Hoy hablaremos acerca del Trastorno de la personalidad por dependencia. Para entendernos, sería el caso de aquella pareja que no puede vivir sin estar pendiente de la otra, que necesita con desespero estar en compañía del otro para poder sentirse como ser humano y útil, llegando esta situación a unos niveles de dependencia emocional realmente disfruncionales.

Pero esto no sólo se limita a relaciones de pareja, sino también a interacciones de una madre con su hijo, y posteriormente, de ese mismo hijo con sus amistades o compañeros.

Esto es un claro ejemplo de lo que se conoce como Trastorno de la Personalidad por Dependencia, un trastorno sumamente interesante que en ocasiones puede pasar desapercibido, ignorando totalmente que el trastorno de dependencia emocional produce una significativa pérdida de la personalidad y disminuye la capacidad de decisiones.

No cabe duda de que el Trastorno de la Personalidad por Dependencia cada vez es más oído, sobre todo por el popular término “dependencia emocional”, que no es más que una variación de este trastorno.

Si quieres conocer más información acerca del Trastorno de la Personalidad por Dependencia o sobre la dependencia emocional, puedes continuar leyendo las características clínicas así como su tratamiento y evaluación. 

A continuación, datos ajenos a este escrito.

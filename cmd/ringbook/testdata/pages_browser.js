// What a browser finds on a page. Each function gives sentences, one for each fault; none is well.
"use strict";
({
  // Tables can be read by their heads, plots without being seen, and there is nothing on a page but what the weaver writes.
  structure() {
    const faults = [];
    const all = (selector, within = document) => [...within.querySelectorAll(selector)];
    for (const e of all("*")) {
      for (const a of e.attributes) if (/^on/i.test(a.name)) faults.push(`<${e.localName}> has ${a.name}`);
    }
    const known = new Set(("html head meta title style body main h1 h2 h3 h4 h5 h6 p ul ol li blockquote hr a strong em code pre " +
      "details summary section div table caption thead tbody tr th td span b bdi figure svg path text figcaption footer dl dt dd").split(" "));
    const served = new Set(["link", "script"]); // of a page that is watched
    for (const e of all("*")) {
      if (known.has(e.localName) || (served.has(e.localName) && location.protocol !== "file:")) continue;
      faults.push(`there is a <${e.localName}> on the page: ${e.outerHTML.slice(0, 120)}`);
    }
    for (const a of all("a")) {
      if (!a.hash || !document.getElementById(a.hash.slice(1))) faults.push(`a link leads to ${a.getAttribute("href")}`);
    }
    if (all("h1").length !== 1 || document.documentElement.lang === "" || document.title === "") {
      faults.push("the page has not one heading, a language and a title");
    }
    for (const t of all("table")) {
      const name = t.caption?.innerText.trim();
      if (!/^Table \d+\s+\S/.test(name)) faults.push(`a table has no caption: ${t.outerHTML.slice(0, 120)}`);
      const heads = all("thead th", t);
      if (heads.length === 0) faults.push(`${name}: no heads`);
      for (const th of all("th", t)) {
        const scope = th.closest("thead") ? "col" : "row";
        if (th.scope !== scope) faults.push(`${name}: the scope of head ${th.innerText} is ${th.scope}, not ${scope}`);
        if (scope === "col" && th.innerText.trim() === "") faults.push(`${name}: a head is empty`);
      }
      for (const row of all("tbody tr", t)) {
        const cells = [...row.cells].reduce((n, c) => n + c.colSpan, 0);
        if (cells !== heads.length) faults.push(`${name}: ${cells} cells under ${heads.length} heads`);
      }
    }
    for (const svg of all("svg")) {
      if (svg.getAttribute("role") !== "img") faults.push("a plot has no role");
      if (!svg.closest("figure")?.querySelector("figcaption")?.innerText.trim()) faults.push("a plot has no caption");
    }
    return faults;
  },

  // Nothing lies beyond the window's sides, or the sheet's, but what can be scrolled to within its own box.
  overflow() {
    const faults = [];
    const root = document.scrollingElement;
    if (root.scrollWidth > innerWidth) faults.push(`the page is ${root.scrollWidth} px wide in a window of ${innerWidth}`);
    const onPaper = matchMedia("print").matches; // where nothing scrolls
    const scrolls = (e) => !onPaper && /auto|scroll/.test(getComputedStyle(e).overflowX);
    for (const e of document.querySelectorAll("body *")) {
      if (e.closest(".unseen")) continue;
      const r = e.getBoundingClientRect();
      if (r.width === 0 || (r.left >= -0.5 && r.right <= innerWidth + 0.5)) continue;
      let box = e.parentElement;
      while (box && !scrolls(box)) box = box.parentElement;
      if (!box) faults.push(`<${e.localName} class="${e.getAttribute("class") ?? ""}"> lies from ${r.left} to ${r.right} px: ${e.textContent.slice(0, 60)}`);
    }
    for (const e of document.querySelectorAll("svg text")) { // what a plot's own frame would cut off
      const r = e.getBoundingClientRect(), frame = e.ownerSVGElement.getBoundingClientRect();
      if (r.left < frame.left - 1 || r.right > frame.right + 1 || r.top < frame.top - 1 || r.bottom > frame.bottom + 1) {
        faults.push(`the plot cuts off its text ${e.textContent.slice(0, 60)}`);
      }
    }
    return faults.slice(0, 10);
  },

  // Text stands out from what is behind it by 4.5 to 1 at least (WCAG 2.1, 1.4.3; its relative luminance).
  contrast() {
    const colour = (css) => {
      const m = css.match(/^rgba?\(([\d.]+), ([\d.]+), ([\d.]+)(?:, ([\d.]+))?\)$/);
      if (!m) throw new Error(`colour ${css}`);
      return [+m[1], +m[2], +m[3], m[4] === undefined ? 1 : +m[4]];
    };
    const over = (top, under) => [0, 1, 2].map((i) => top[i] * top[3] + under[i] * (1 - top[3])).concat(1);
    const luminance = (c) => {
      const [r, g, b] = c.slice(0, 3).map((v) => ((v /= 255) <= 0.03928 ? v / 12.92 : ((v + 0.055) / 1.055) ** 2.4));
      return 0.2126 * r + 0.7152 * g + 0.0722 * b;
    };
    const behind = (e) => {
      const layers = [];
      for (; e; e = e.parentElement) {
        const c = colour(getComputedStyle(e).backgroundColor);
        if (c[3] > 0) layers.push(c);
        if (c[3] === 1) return layers.reduceRight((under, top) => over(top, under));
      }
      throw new Error("nothing is behind the text");
    };
    const worst = new Map();
    const walk = document.createTreeWalker(document.body, NodeFilter.SHOW_TEXT);
    let seen = 0;
    while (walk.nextNode()) {
      const e = walk.currentNode.parentElement;
      if (walk.currentNode.data.trim() === "" || e.getClientRects().length === 0 || e.closest("script")) continue;
      seen++;
      const style = getComputedStyle(e), inPlot = e.ownerSVGElement;
      const ink = colour(inPlot ? style.fill : style.color);
      ink[3] *= style.opacity * (inPlot ? style.fillOpacity : 1);
      const paper = behind(inPlot ? inPlot.parentElement : e);
      const [a, b] = [luminance(over(ink, paper)), luminance(paper)];
      const ratio = (Math.max(a, b) + 0.05) / (Math.min(a, b) + 0.05);
      if (ratio < 4.5) worst.set(`${e.localName} ${e.className.baseVal ?? e.className}`, `contrast ${ratio.toFixed(2)}: ${walk.currentNode.data.trim().slice(0, 60)}`);
    }
    if (seen === 0) return ["no text"];
    return [...worst.values()];
  },

  // Unfolds the code, and says how much of it there is.
  open() {
    const all = document.querySelectorAll("details");
    for (const d of all) d.open = true;
    return all.length;
  },

  // What must come whole out of a printer: the tables with their rows, the plots, the foot.
  printed() {
    const text = (e) => e.innerText ?? e.textContent;
    return {
      tables: [...document.querySelectorAll("table")].map((t) => ({
        short: t.closest(".short") !== null,
        caption: text(t.caption), head: [...t.tHead.rows[0].cells].filter((th) => !th.querySelector(".unseen")).map(text).join(""), rows: [...t.tBodies[0].rows].map(text),
      })),
      foot: text(document.querySelector("footer") ?? document.createElement("footer")),
      plots: [...document.querySelectorAll("figure")].map((f) => [...f.querySelectorAll("text")].map(text).join("") + text(f.querySelector("figcaption"))),
    };
  },
})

Trastorno de la Personalidad por Dependencia: características clínicas

El principal aspecto característico del Trastorno de la Personalidad por Dependencia es una necesidad generalizada y desmedida por recibir cuidados de otras personas (definición del Trastorno de la Personalidad por Dependencia del DSM V), algo que, desde luego, trae consigo una serie de problemas que impiden el desarrollo pleno del individuo en el ámbito social.

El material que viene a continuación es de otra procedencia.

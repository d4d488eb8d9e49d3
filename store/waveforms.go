package store

import (
	"context"
	"crypto/sha256"
	"database/sql"
	"errors"
	"fmt"
	"iter"

	"ringbook/snubber"
	"ringbook/snubber/waveform"
)

// Waveform is a captured edge as it was logged with its trial.
type Waveform struct {
	ID      string // UUIDv7 in its 36-character text form
	TrialID string // its trial's
	waveform.Record
}

// AddWithWaveforms logs one trial as Add does, and with it the captures its readings were taken from, in one transaction:
// when it returns, all of it is on the disk, and a process killed before leaves all of it or nothing. The samples are
// kept bit for bit.
//
// Each record must pass its Check. Readings computed from the samples say so by FromWaveform, which nothing here sets.
func (lb *Logbook) AddWithWaveforms(ctx context.Context, t snubber.Trial, records []waveform.Record) (id string, err error) {
	if err := checkNew(t); err != nil {
		return "", fmt.Errorf("log the trial: %w", err)
	}
	// Packed before the turn to write is taken: no other program waits for it.
	waveforms := make([]packed, len(records))
	for i, r := range records {
		if err := ctx.Err(); err != nil {
			return "", fmt.Errorf("log the trial: %w", err)
		}
		if waveforms[i], err = packRecord(r); err != nil {
			return "", fmt.Errorf("log the trial: waveform %d: %w", i+1, err)
		}
	}
	err = lb.write(ctx, func(w *writer) error {
		id, err = w.add(context.WithoutCancel(ctx), t, waveforms)
		return err
	})
	if err != nil {
		return "", fmt.Errorf("log the trial: %w", err)
	}
	return id, nil
}

// Waveforms streams the waveforms of a trial, struck or not, in the order they were logged, one at a time in memory. The
// trial is named as for Logbook.Trial; errors are of kind ErrNoTrial where there is none.
//
// The samples' SHA-256 is looked at, and one that is damaged yields its ids and an error of kind ErrDamaged, after which
// the next follows. After any other error the sequence ends.
func (lb *Logbook) Waveforms(ctx context.Context, trial string) iter.Seq2[Waveform, error] {
	return func(yield func(Waveform, error) bool) {
		fail := func(err error) { yield(Waveform{}, fmt.Errorf("read waveforms: %w", explain(lb.path, err))) }
		seq, trialID, err := aTrial.find(ctx, lb.db, trial)
		if err != nil {
			fail(err)
			return
		}
		step := "ifnull(step_v, 0)"
		if schema, err := schemaOf(ctx, lb.db); err != nil {
			fail(err)
			return
		} else if schema < 3 {
			step = "0"
		}
		rows, err := lb.db.QueryContext(ctx, fmt.Sprintf(selectWaveforms, step), seq)
		if err != nil {
			fail(err)
			return
		}
		defer rows.Close()
		for rows.Next() {
			w, err := lb.scanWaveform(rows, trialID)
			var damaged *Fault
			if err != nil && !errors.As(err, &damaged) {
				fail(err)
				return
			}
			if !yield(w, err) {
				return
			}
		}
		if err := rows.Err(); err != nil {
			fail(err)
		}
	}
}

const (
	insertWaveform = `INSERT INTO waveform (id, trial, start_s, interval_s, step_v, samples, encoding, sha256, origin)
  VALUES (?, ?, ?, ?, ?, ?, ?, ?, ?)`
	selectWaveforms = `SELECT id, start_s, interval_s, %s, samples, encoding, sha256, ifnull(origin, '')
FROM waveform WHERE trial = ? ORDER BY seq`
)

// packed is a record with its samples as its row holds them.
type packed struct {
	id string
	waveform.Record
	samples  []byte
	encoding string
	digest   [sha256.Size]byte // of samples
}

func packRecord(r waveform.Record) (packed, error) {
	if err := r.Check(); err != nil {
		return packed{}, err
	}
	if err := checkText("origin", r.Origin); err != nil {
		return packed{}, err
	}
	if len(r.Origin) > maxText {
		return packed{}, bad("origin", "it has %d bytes; it may have %d", len(r.Origin), maxText)
	}
	p := packed{Record: r}
	var err error
	if p.samples, p.encoding, err = waveform.Pack(r.Volts); err != nil {
		return packed{}, err
	}
	p.digest = sha256.Sum256(p.samples)
	return p, nil
}

func (w *writer) addWaveform(ctx context.Context, trial int64, p *packed) error {
	_, err := w.insert(ctx, insertWaveform, p.id, trial, p.Start, p.Interval, orNull(p.StepV), p.samples, p.encoding, p.digest[:], orNull(p.Origin))
	return err
}

// scanWaveform reads one row. What is wrong with the row itself is a Fault.
func (lb *Logbook) scanWaveform(rows *sql.Rows, trial string) (Waveform, error) {
	w := Waveform{TrialID: trial}
	var samples, digest sql.RawBytes // SQLite's own until the next row: no second copy
	var encoding string
	if err := rows.Scan(&w.ID, &w.Start, &w.Interval, &w.StepV, &samples, &encoding, &digest, &w.Origin); err != nil {
		return w, err
	}
	fault := func(what string, err error) (Waveform, error) {
		return Waveform{ID: w.ID, TrialID: trial}, &Fault{Path: lb.path, Kind: ErrDamaged, Err: err,
			What: fmt.Sprintf("waveform %s of trial %s is damaged: %s", w.ID, trial, what),
			Cure: "take it from a backup; the trial's readings stand as they were logged"}
	}
	if sum := sha256.Sum256(samples); string(sum[:]) != string(digest) {
		return fault("its samples are not those of its SHA-256", nil)
	}
	var err error
	if w.Volts, err = waveform.Unpack(samples, encoding); err != nil {
		return fault(err.Error(), err)
	}
	if err := w.Check(); err != nil {
		return fault(err.Error(), err)
	}
	return w, nil
}
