package store

import (
	"context"
	"database/sql"
	"errors"
	"fmt"
	"time"
)

const (
	selectBoard    = `SELECT device_v, note FROM board WHERE name = ?`
	selectRevision = `SELECT NULL, v.note FROM revision v JOIN board b ON b.id = v.board WHERE b.name = ? AND v.name = ?`

	insertCorrection = `INSERT INTO correction (id, board, revision, at, device_v, note) VALUES (?, ?, ?, ?, ?, ?)`
	lastCorrection   = `SELECT ifnull(max(c.at), '') FROM correction c JOIN board b ON b.id = c.board WHERE b.name = ?`

	// What stands is what was stated last, in whichever file it was.
	statedVolts   = `(SELECT c.device_v FROM correction c WHERE c.board = b.id AND c.revision IS NULL AND c.device_v IS NOT NULL ORDER BY c.at DESC, c.id DESC LIMIT 1)`
	statedNote    = `(SELECT c.note FROM correction c WHERE c.board = b.id AND c.revision IS NULL AND c.note IS NOT NULL ORDER BY c.at DESC, c.id DESC LIMIT 1)`
	statedRevNote = `(SELECT c.note FROM correction c WHERE c.board = v.board AND c.revision = v.id AND c.note IS NOT NULL ORDER BY c.at DESC, c.id DESC LIMIT 1)`

	settleBoard    = `UPDATE board AS b SET device_v = ` + statedVolts + `, note = ` + statedNote + ` WHERE b.id = ?`
	settleRevision = `UPDATE revision AS v SET note = ` + statedRevNote + ` WHERE v.id = ?`
)

// state puts what c states on file, unless it is there. What differs from what is on file is an error, or a correction.
func (w *writer) state(ctx context.Context, c loggedCorrection, correct bool) error {
	var volts sql.NullFloat64
	var note sql.NullString
	query, args, what := selectBoard, []any{c.board}, "board "+quote(c.board)
	if c.revision != "" {
		query, args, what = selectRevision, append(args, c.revision), what+", revision "+quote(c.revision)
	}
	err := w.conn.QueryRowContext(ctx, query, args...).Scan(&volts, &note)
	fresh := errors.Is(err, sql.ErrNoRows)
	switch {
	case err != nil && !fresh:
		return err
	case correct:
	case c.deviceV != 0 && volts.Valid && volts.Float64 != c.deviceV:
		return fmt.Errorf("%s is on file with a device rated %g V, not %g V; correct the board if that was wrong, or give another device's board another name",
			what, volts.Float64, c.deviceV)
	case c.note != "" && note.Valid && note.String != c.note:
		return fmt.Errorf("%s is on file with the note %s, not %s; correct the board if that was wrong", what, quote(note.String), quote(c.note))
	}
	if c.deviceV == volts.Float64 {
		c.deviceV = 0
	}
	if c.note == note.String {
		c.note = ""
	}
	if !fresh && c.deviceV == 0 && c.note == "" {
		return nil // all of it is on file
	}
	ids, err := newIDs(1)
	if err != nil {
		return err
	}
	c.id = ids[0]
	if c.at, err = w.after(ctx, c.board); err != nil {
		return err
	}
	return w.addCorrection(ctx, &c, nil)
}

// after is now, or later than whatever was stated of the board before: a clock that was set back must not make a correction
// come before what it corrects.
func (w *writer) after(ctx context.Context, board string) (time.Time, error) {
	now := time.Now().UTC()
	var text string
	if err := w.conn.QueryRowContext(ctx, lastCorrection, board).Scan(&text); err != nil || text == "" {
		return now, err
	}
	last, err := time.Parse(timeLayout, text)
	if err != nil {
		return now, err
	}
	if !now.After(last) {
		now = last.Add(time.Nanosecond)
	}
	return now, nil
}

// addCorrection writes a correction's row and its entry in the chain, and settles what stands.
func (w *writer) addCorrection(ctx context.Context, c *loggedCorrection, origin *place) error {
	board, err := w.board(ctx, c.board)
	if err != nil {
		return err
	}
	var revision, at any
	if c.revision != "" {
		if revision, err = w.revision(ctx, c.board, c.revision); err != nil {
			return err
		}
	}
	if !c.at.IsZero() {
		at = timeText(c.at)
	}
	seq, err := w.insert(ctx, insertCorrection, c.id, board, revision, at, orNull(c.deviceV), orNull(c.note))
	if err != nil {
		return err
	}
	if c.revision == "" {
		_, err = w.insert(ctx, settleBoard, board)
	} else {
		_, err = w.insert(ctx, settleRevision, revision)
	}
	if err != nil {
		return err
	}
	return w.chain(ctx, &entry{correction: c}, seq, origin)
}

A la hora de emitir un diagnóstico, es importante saber reconocer ciertos aspectos llamativos que podemos encontrar al recibir un paciente con dependencia emocional en la consulta:

Son sumisos

Estos individuos muestran comportamientos generalizados de sumisión, generando un desmesurado apego y miedo a quedarse sin el apoyo o protección de las personas a su alrededor.

Es incapaz de tomar decisiones

A menos que cuente con el consejo de otra persona, al dependiente emocional le cuesta radicalmente tomar cualquier clase de decisión, incluso las más ordinarias como el color de ropa o cuál será su desayuno.

Esto no sólo se limita a decisiones triviales como esta, sino que se expande a elementos más trascendentes. Por ejemplo: suelen apoyarse en otros para decidir cuál será su trabajo, qué van a estudiar o con qué personas puede salir.

No expresa discrepancias

Cada vez que no está de acuerdo con las opiniones de las personas a su alrededor, estos individuos evitan exteriorizar sus pensamientos, ocultándolos durante el mayor tiempo posible con el objetivo de evitar ser rechazados. 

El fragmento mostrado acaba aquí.